In the entries below, count every line containing "goes". Return the number and nothing else.
=====
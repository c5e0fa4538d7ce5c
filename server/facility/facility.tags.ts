import type { FacilityTagSubject } from "#shared/domain/facility-tags.ts";
import type { FacilityContext } from "./facility.context.ts";
import { listBlocks, listSystems } from "./facility.repository.ts";

/**
 * What photos and updates read of the facility to be tagged with a capacity block or a plant
 * system (server/media, server/posts): each of a project's blocks and systems with its name and
 * audience. The callers decide, by the content's audience and the reader's, which may be used
 * and shown (src/shared/domain/facility-tags.ts).
 */
export function createFacilityTagUseCases(ctx: Pick<FacilityContext, "db">) {
  return {
    async tagSubjects(projectId: number): Promise<FacilityTagSubject[]> {
      const [blocks, systems] = await Promise.all([listBlocks(ctx.db, projectId), listSystems(ctx.db, projectId)]);
      return [
        ...blocks.map((b) => ({ kind: "block" as const, id: b.id, name: b.name, audience: b.audience })),
        ...systems.map((s) => ({ kind: "plant" as const, id: s.id, name: s.name, audience: s.audience })),
      ];
    },
  };
}
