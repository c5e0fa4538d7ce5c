import type { UnitAnswer, UnitCreateInput, UnitPatchInput, UnitStageInput } from "#shared/schemas/facility.ts";
import type { Project } from "#shared/schemas/projects.ts";
import { stageRank } from "#shared/domain/facility-record.ts";
import type { Actor } from "../core/types.ts";
import { changeDetail, conflict, invalid, type FacilityContext, type Trx } from "./facility.context.ts";
import type { FigureUseCases } from "./facility.figures.ts";
import { deleteUnit, findSystem, findUnit, findUnitIdByLabel, insertUnit, updateUnit, type SystemRecord, type UnitRecord } from "./facility.repository.ts";

const namedFields = (u: Pick<UnitRecord, "label" | "tag" | "train">) => ({ label: u.label, tag: u.tag, train: u.train });

/** A unit as its events and audit entries name it: by its label, the audit log with its system's name too. */
const unitNamed = (system: SystemRecord, id: number, label: string) => ({ subject: "unit" as const, id, name: label, label: `${system.name}: ${label}` });

/** The unit, locked, with its system (read in the same transaction); null when it has gone. */
async function findUnitWithSystem(trx: Trx, id: number, opts: { forUpdate: boolean }): Promise<{ unit: UnitRecord; system: SystemRecord } | null> {
  const unit = await findUnit(trx, id, opts);
  return unit ? { unit, system: (await findSystem(trx, unit.systemId))! } : null;
}

/**
 * The units of a plant system: entering one, editing its label, tag and train, and its stage
 * (ordered → delivered → installed → L1 … L5) with the day on site it was reached — the dated
 * history a site walk writes. A stage that goes back needs a note saying why.
 */
export function createUnitUseCases(ctx: FacilityContext, figures: Pick<FigureUseCases, "staffFacility">) {
  const { now, recordWrite, eventBase, checkOn, change, recordCreate, recordUpdate, recordDelete } = ctx;

  /** A unit's label is its own within its system, and its train is one the system has. */
  async function check(trx: Trx, system: SystemRecord, selfId: number | null, next: { label: string; train: number }, fields: Record<string, string>): Promise<void> {
    const other = await findUnitIdByLabel(trx, system.id, next.label);
    if (other !== null && other !== selfId) fields.label = `is already the label of another unit of ${system.name}`;
    if (next.train > system.independentSystems) {
      fields.train = `must be at most ${system.independentSystems}: ${system.name} has ${system.independentSystems === 1 ? "one independent system" : `${system.independentSystems} independent systems`}`;
    }
  }

  const answer = async (w: { project: Project; result: number }): Promise<UnitAnswer> =>
    (await figures.staffFacility(w.project)).systems.flatMap((s) => s.units).find((u) => u.id === w.result)!;

  return {
    async createUnit(systemId: number, input: UnitCreateInput, actor: Actor): Promise<UnitAnswer> {
      return answer(
        await change("system", systemId, findSystem, async (trx, system, project) => {
          const fields: Record<string, string> = {};
          await check(trx, system, null, input, fields);
          const on = checkOn(input.on, project, fields);
          if (Object.keys(fields).length > 0) throw invalid(fields);
          const at = now();
          const id = await insertUnit(trx, systemId, { ...namedFields(input), stage: input.stage, stageOn: on }, at);
          // Its first stage, on its day: the start of the unit's dated history.
          await recordCreate(trx, actor, project, {
            action: "facility_unit_created",
            ...unitNamed(system, id, input.label),
            to: input.stage,
            at,
            on,
            note: input.note ?? null,
            detail: { system: system.name, ...namedFields(input), stage: input.stage, on, note: input.note ?? null },
          });
          return id;
        }),
      );
    },

    async patchUnit(id: number, input: UnitPatchInput, actor: Actor): Promise<UnitAnswer> {
      return answer(
        await change("unit", id, findUnitWithSystem, async (trx, { unit, system }, project) => {
          if (unit.version !== input.version) throw conflict("unit", unit);
          const next = { label: input.label ?? unit.label, tag: input.tag ?? unit.tag, train: input.train ?? unit.train };
          const changes = changeDetail(namedFields(unit), next);
          if (Object.keys(changes).length === 0) return id;
          const fields: Record<string, string> = {};
          await check(trx, system, id, next, fields);
          if (Object.keys(fields).length > 0) throw invalid(fields);
          const at = now();
          if ((await updateUnit(trx, id, unit.version, next, at)) === 0) throw conflict("unit", await findUnit(trx, id));
          await recordUpdate(trx, actor, project, { action: "facility_unit_updated", ...unitNamed(system, id, next.label), was: namedFields(unit), will: next, at });
          return id;
        }),
      );
    },

    /**
     * Moves a unit to a stage reached on a day on site (default today). The same stage again
     * changes nothing (a second tap on a phone is not a second event); a stage that goes back
     * needs a note.
     */
    async setUnitStage(id: number, input: UnitStageInput, actor: Actor): Promise<UnitAnswer> {
      return answer(
        await change("unit", id, findUnitWithSystem, async (trx, { unit, system }, project) => {
          if (unit.stage === input.stage) return id;
          if (unit.version !== input.version) throw conflict("unit", unit);
          const fields: Record<string, string> = {};
          const on = checkOn(input.on, project, fields);
          const note = input.note?.trim() ? input.note : null;
          if (stageRank(input.stage) < stageRank(unit.stage) && note === null) fields.note = `is required when the stage goes back (${unit.stage} → ${input.stage}): say why`;
          if (Object.keys(fields).length > 0) throw invalid(fields);
          const at = now();
          if ((await updateUnit(trx, id, unit.version, { stage: input.stage, stageOn: on }, at)) === 0) throw conflict("unit", await findUnit(trx, id));
          await recordWrite(trx, actor, project, {
            action: "facility_unit_stage_changed",
            ...unitNamed(system, id, unit.label),
            events: [{ ...eventBase(project, "unit", id, unit.label, actor, at, { on, note }), field: "stage", from: unit.stage, to: input.stage }],
            detail: { system: system.name, from: unit.stage, to: input.stage, on, note },
          });
          return id;
        }),
      );
    },

    /** Deletes a unit entered by mistake: its history goes with it; the audit log keeps what it was. */
    async deleteUnit(id: number, actor: Actor): Promise<void> {
      await change("unit", id, findUnitWithSystem, async (trx, { unit, system }, project) => {
        await deleteUnit(trx, id);
        await recordDelete(trx, actor, project, {
          action: "facility_unit_deleted",
          ...unitNamed(system, id, unit.label),
          from: unit.stage,
          detail: { system: system.name, ...namedFields(unit), stage: unit.stage, stageOn: unit.stageOn },
        });
      });
    },
  };
}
=====
## Answer to the exercise
4